4 Lighting Concerns Often Overlooked in Sustainable Building Solutions
By Jeff Brain | August 17, 2015
Sustainable building solutions run the gamut from the outside of the structure with features like solar panels and super-insulated walls to the inside with low-energy fixtures and water-saving technologies. Because there are so many varied components that must be considered in sustainable design, it is best to take a holistic approach. However, even when an integrated team of architects, engineers, and builders work together to create a sustainable structure, there are a few lighting concerns that are often overlooked.
Being aware of these potential pitfalls can help designers and building owners avoid common mistakes and assumptions about how lighting design is related to sustainable building solutions.

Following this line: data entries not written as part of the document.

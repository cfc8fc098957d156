"""Warnings about what parts carry: voltage, power and heat, of the transistor and of the resistors."""

from __future__ import annotations

from collections.abc import Iterator
from functools import partial

import numpy as np

from synth.answer import Candidate
from synth.catalogue import ResistorStyle, derating, resistor_styles
from synth.cautions.form import CautionRule, Seen, share
from synth.explain import dissipation, percent
from synth.quantities import format_quantity, format_resistance
from synth.stress import JUNCTION_STATES, allowed_dissipation, allowed_power, carries, temperature_rise

VCEO_SHARE = 0.8
"""Share of VCEO from which the rail is warned of [-]: common practice leaves a fifth."""
HALF = 0.5
"""Share of a rating from which use of it is told [-]: common practice for long life."""
POWER_TO_TELL = 0.1
"""Dissipation worth a warning where no rating is known [W]."""
DANGEROUS = 50.0
"""Rail from which the usual cautions for voltage are given [V]."""
LEAST_WORKING = 50.0
"""Voltage across a resistor of no known style from which its working voltage is to be looked up [V]: that of small chips."""
FULL_POWER = 343.15
"""Ambient up to which resistors have their full power, 70 °C [K]."""
WARM_JUNCTION, USUAL_RTH = 5.0, 250.0
"""Rise of the junction of a transistor without re that is worth a warning [K]: VT over 2 mV/K is 13 K, where a stiff base runs
away; and the thermal resistance of a small plastic package, common practice where none is known [K/W]."""
GAIN_TO_TELL, SHIFT_TO_TELL = 0.5, 0.01
"""Thermal loop gain, and shift of the nominal IC by self-heating, from which they are worth a warning [-]."""
WARM_RESISTOR = 10.0
"""Rise of a resistor's own temperature that is worth a warning [K]."""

Lighting Concerns with Sustainable Building Solutions
Because lighting is such an essential component of building use, operating expenses, and the occupant experience, it is important to consider how all of your lighting choices will impact the project. Think about the following potential lighting concerns as you explore sustainable building solutions:
Peak daylight hours - If you are planning to use skylights to provide natural light, it is important to remember that the type of skylight you select will have an impact on how much natural light is available throughout the day. On flat and low-pitched roofs with traditional skylights, the angle of the sun informs how much light is allowed to enter the structure. This means that in the early morning and late afternoon, there is typically not enough light to meet the occupants’ needs and they will need to turn on electric lights.
Glare - When the sun is directly in front of a window or over a skylight, the intense light that enters the building can create undesirable glare. This can cause migraine headaches, which reduces employee efficiency, and often forces occupants to close the shades and turn on artifical lights to achieve the desired lighting level.
Thermal comfort - Direct sunlight through windows and skylights can also create solar heat gain, making the room too warm and prompting the air conditioner to work harder. This not only increases HVAC costs, but also impacts the comfort of the people inside. Heat loss through poorly insulated window and skylight openings can also make the room too cold in the winter.
Occupant habits - Even the most sustainable building solutions can be thwarted by the occupants who use the space. When it comes to lighting, low-energy solutions are always a good idea, but when the lights do not get turned off at the end of the day, energy is wasted and electricity costs rise. Possible answers to this problem are to use sensors that automatically turn off when there is no activity in the space. An even more elegant method is to employ daylighting solutions that provide natural light all day long and do not consume any energy at all.
One solution to all of these potential lighting concerns is solar tracking skylights. They use a sophisticated GPS tracking system to adjust mirrors throughout the day and harness as much sunlight as possible, maximizing your building’s range of peak daylight hours. Glare is prevented with the use of diffuser lenses that provide consistent natural light throughout the space. A thermal barrier limits heat gain and loss so occupants stay comfortable with no resulting rise in HVAC costs. With ten or more hours per day of natural light, occupants may not even need to use electric lights at all during the work day, reducing wasted energy.